I reckon it was around 3 years ago that my local store lost the last of their staff with electronics knowledge.  Since then, trying to buy components felt like you were inconveniencing them, and recently they’ve moved to having self serve drawers badly stocked and jumbled up.

The staff are typically enthusiastic, and would undoubtedly say they’re “into tech in a big way”, but asking a technical question will be met with “you need to ask X, he’s our tech guy, he’s even built his own computer” or alternatively, the answer “have you Google’d it?”

Maplins in 2014 started advertising their experts as their unique selling point: in 2014 they started a campaign suggesting maplins was the answer “when your tech know-how runs dry”

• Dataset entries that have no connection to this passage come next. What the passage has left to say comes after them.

import { describe, it, expect } from 'vitest';
import { createHash } from 'node:crypto';
import { demoFieldFiles, demoSurvey, demoTops } from '../src/load.js';
import { generateDemoField } from '../src/generate.js';

describe('load', () => {
  it('demoFieldFiles() gives the 11 LAS files of the 10 wells with their bytes', () => {
    const files = demoFieldFiles();
    expect(files).toHaveLength(11);
    expect(new Set(files.map((f) => f.wellName)).size).toBe(10);
    const gen = new Map(generateDemoField().map((g) => [g.path, g.content]));
    for (const f of files) {
      const sha = (b: Uint8Array | string) => createHash('sha256').update(b).digest('hex');
      expect(sha(f.bytes)).toBe(sha(gen.get(f.fileName)!));
    }
  });

  it('demoTops() has 7 tops per well in depth order, and demoSurvey() only for WM-7', () => {
    const tops = demoTops();
    expect(tops).toHaveLength(70);
    const wm5 = tops.filter((t) => t.well === 'WM-5');
    expect(wm5.every((t) => t.depthUnit === 'm')).toBe(true);
    expect(wm5.map((t) => t.topMd)).toEqual([...wm5.map((t) => t.topMd)].sort((a, b) => a - b));
    expect(demoSurvey('WM-1')).toBeNull();
    expect(demoSurvey('WM-7')![0]).toEqual({ md: 0, inc: 0, azi: 40 });
  });
});
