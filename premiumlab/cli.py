"""The `premiumlab` command line: thin commands, each calling one public function.

Imports of the numeric stack happen inside the commands so that `premiumlab --help` starts fast.
Exit codes: 0 done; 1 a check found violations (`validate`, `audit`); 2 bad input or usage.
"""
from __future__ import annotations

import functools
import sys
from pathlib import Path
from typing import Annotated, Callable, Optional

import typer

app = typer.Typer(add_completion=False, no_args_is_help=True, pretty_exceptions_enable=False,
                  help="premiumlab: GLM baselines, boosted trees and banded rating tables for insurance "
                       "pricing. Every output is a draft for a qualified actuary and must be filed and "
                       "approved under local rate regulation.")

Force = Annotated[bool, typer.Option("--force", help="Replace an existing output.")]


def _fail(message: str, code: int = 2) -> None:
    typer.echo(f"premiumlab: {' '.join(message.split())}", err=True)
    raise typer.Exit(code)


def handled(fn: Callable) -> Callable:
    """Turn bad-input errors into one line on stderr and exit code 2 (1 for failed checks)."""
    @functools.wraps(fn)
    def wrapper(*args, **kwargs):
        from premiumlab.errors import CheckFailed, InputError
        try:
            return fn(*args, **kwargs)
        except InputError as e:
            _fail(str(e))
        except CheckFailed as e:
            _fail(str(e), code=1)
        except OSError as e:
            where = e.filename or ""
            _fail(f"{where}: {e.strerror or e}" if where else str(e))
        except ValueError as e:
            from rating_tables.errors import TableError
            if isinstance(e, TableError):
                _fail(str(e))
            raise
    return wrapper


def _echo_cautions(cautions: list[str]) -> None:
    for c in cautions:
        typer.echo(f"caution: {c}", err=True)


@app.command()
@handled
def simulate(scenario: Annotated[Path, typer.Argument(help="Scenario TOML file.")],
             out: Annotated[Path, typer.Option("--out", help="Book to write (.csv or .parquet).")],
             policies: Annotated[Optional[int], typer.Option(help="Number of policies.")] = None,
             seed: Annotated[Optional[int], typer.Option(help="Random seed.")] = None,
             force: Force = False) -> None:
    """Write a synthetic book from an invented scenario, with truth.json beside it."""
    from premiumlab.outputs import atomic_files
    from premiumlab.simulate import simulate as simulate_book
    with atomic_files([out, out.parent / "truth.json"], force=force) as tmp:
        summary = simulate_book(scenario, tmp / out.name, policies=policies, seed=seed)
    typer.echo(f"wrote {out} ({summary['rows']} rows, {summary['policies']} policies) and "
               f"{out.parent / 'truth.json'}")


@app.command()
@handled
def validate(book: Annotated[Path, typer.Argument(help="Book (.csv, .parquet or a folder of parts).")],
             spec: Annotated[Path, typer.Option("--spec", help="Pricing spec TOML.")]) -> None:
    """Check a book against a spec, list every finding and print a profile (exit 1 on errors)."""
    from premiumlab.validation import validate_book
    report = validate_book(book, spec)
    typer.echo(report.text())
    if report.errors:
        raise typer.Exit(1)


@app.command()
@handled
def fit(book: Annotated[Path, typer.Argument(help="Book (.csv, .parquet or a folder of parts).")],
        spec: Annotated[Path, typer.Option("--spec", help="Pricing spec TOML.")],
        out: Annotated[Path, typer.Option("--out", help="Run directory to write.")],
        models: Annotated[str, typer.Option(help="Model kinds, comma separated: glm, gbm.")] = "glm,gbm",
        force: Force = False) -> None:
    """Fit GLM baselines and boosted models on the training part; write the run directory."""
    from premiumlab.pipeline import fit as fit_run
    run = fit_run(book, spec, out, models=models, force=force, progress=sys.stderr.isatty())
    typer.echo(f"wrote {run}")


@app.command()
@handled
def compare(run: Annotated[Path, typer.Argument(help="Run directory written by `fit`.")]) -> None:
    """Compare GLM and GBM on the holdout; write comparison.json and figures/."""
    from premiumlab.comparison import compare as compare_run, summary_lines
    result = compare_run(run)
    typer.echo("\n".join(summary_lines(result)))
    _echo_cautions(result["cautions"])


@app.command()
@handled
def report(run: Annotated[Path, typer.Argument(help="Run directory written by `fit`.")]) -> None:
    """Write RUN/report.html: one file with the comparison, figures, GLM tables and cautions."""
    from premiumlab.report import write_report
    typer.echo(f"wrote {write_report(run)}")


@app.command()
@handled
def demo(out: Annotated[Path, typer.Option("--out", help="Folder for the demo outputs.")] = Path("demo-output"),
         policies: Annotated[Optional[int], typer.Option(help="Policies in the demo book.")] = None,
         force: Force = False) -> None:
    """Run the whole job on the built-in motor scenario."""
    from premiumlab.demo import run_demo
    run_demo(out, policies=policies, force=force, echo=typer.echo)


def main() -> None:  # pragma: no cover - console entry point
    app()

There is literally no reason to visit the place.  It’s not the experience, it’s not the convenience, it’s not the stock and it’s certainly not the prices.

The UK has a maker industry to be proud of.  The Raspberry Pi is utterly fantastic, British designed and British assembled.  I often want another for a project despite already having a brace of them.  My choice is to either drive to Maplins to find that they’ve got a battered boxed one in stock for £46.99 including a 16GB Micro SD, or order the same on Amazon Prime same day for £31.96 + £8.28 for the card.  I don’t really need the card, but Maplins never carry stock of their advertised £36.99 Pi 3.  The nearest store with stock is a mere 170 miles away, and you can’t order for delivery.

They’ve tried to appeal to the mass market and compete with random electronic tat you’d find in gadget stores, Menkind, Red 5 – or for a lot less on Amazon or ebay.  That doesn’t appeal to their core, and store locations are typically out of town centres so won’t be impulse purchases.

They used to be the go-to place for cables and connectors, but prices are so incredulous that it is cheaper to go to PC world, which is saying something.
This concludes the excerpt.